Tommy Wiseau (Franco) is a really, really strange guy who will share nothing about his past or from where his considerable bankroll comes. Looking like a Transylvanian reject and sounding Eastern Bloc, he nevertheless assumes a ruse of being a New Orleans native and when we first meet him, he’s writing around acting class, a go-for-broke Brando impersonator and the personification of a car wreck, alternately repulsive and enigmatic.
It’s here he meets hapless, benignly good looking “baby face” classmate Sestero (Dave Franco, in good nature and humor), convincing him to strike out to LA together despite Wiseau’s decades-older appearance (though he insists they are “the same age”).
Sestero is quickly signed by a useless agent (Sharon Stone, having fun) but finds himself unable to get work; Wiseau can’t even get one, and after being tossed out of a tony eatery for hilariously accosting Judd Apatow, Franco presents this struggle seriously, shrewdly knowing just when to play the pathos straight.
The solution to their troubles?

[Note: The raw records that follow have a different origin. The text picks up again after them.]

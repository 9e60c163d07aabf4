// SPDX-License-Identifier: GPL-3.0-or-later
// Has the unit settled? An exponential is fitted over the blocks; what it has still to change,
// averaged over the blocks that would be kept, must be below the wanted uncertainty. (That two
// neighbouring blocks agree proves nothing: a time constant of 20 s passes that at once.)
#pragma once

#include <span>

#include "quantity/level.h"

namespace kneeprint {

/// One quantity over the blocks, in dB, with the standard deviation of its noise in one block.
struct BlockTrend {
  std::span<const double> decibels;
  double sigma = 0.0;
};

struct Settled {
  bool settled = false;
  int first = 0;  ///< first block to keep
};

/// The earliest first block that leaves at least `keep` blocks and satisfies every trend; when none
/// does, the last `keep` blocks. A remaining change within three of its own standard uncertainties
/// counts as none. `keep` <= number of blocks.
Settled find_settled(std::span<const BlockTrend> trends, int blocks, int keep, Seconds block,
                     Seconds longest_time_constant, Decibels wanted);

}  // namespace kneeprint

To do it themselves, naturally, and Tommy’s mysterious, bottomless bank account combined with his shallow abilities set the stage for a godawful production—The Room—in which no expense is spared, and no talent employed. Wiseau can’t be bothered with the fact that everyone else may be right that he should never, ever be in movies, a widely-held belief he dismisses outright.
Penning his labor of love screenplay, he quickly buys expensive camera equipment and hires a sprawling crew to recreate silly alleyway sets and tacky green screen effects, as well as a supremely untalented cast—played with relish by the very talented Ari Graynor, Jacki Weaver, Josh Hutcherson and Zac Efron—as well as a script supervisor, delivered with the usual deadpanning by Seth Rogen. No budget expense is spared, but the AC and water certainly are while tensions flare over the troubled production, complete with gratuitous sex scenes, nudity, laughable male bonding and “hero” Tommy’s inability to remember his lines.
The second half of the picture is a looney tunes series of set-piece recreations and anyone who has suffered through Wiseau’s enjoyable misfire will get much pleasure from Franco’s restaging of its predecessor’s awful moments in scenes that allow Franco to cut lose in what can only be described as narcotized mania.
If all of this sounds like hijinks and sitcom set-ups, it isn’t—screenwriters Scott Neustadter and Michael H Weber have crafted a feat of conceptual inspiration and a decidedly humanist character comedy as much about friendship as farcical sendup. Perhaps because its real-life Franco brothers are playing so well opposite each other the picture has a sincerity and freshness that manage the neat trick of actually getting us on Wiseau’s side—much credit to Franco in the role—even though we know he’s headed for a disastrous, crash and burn premiere.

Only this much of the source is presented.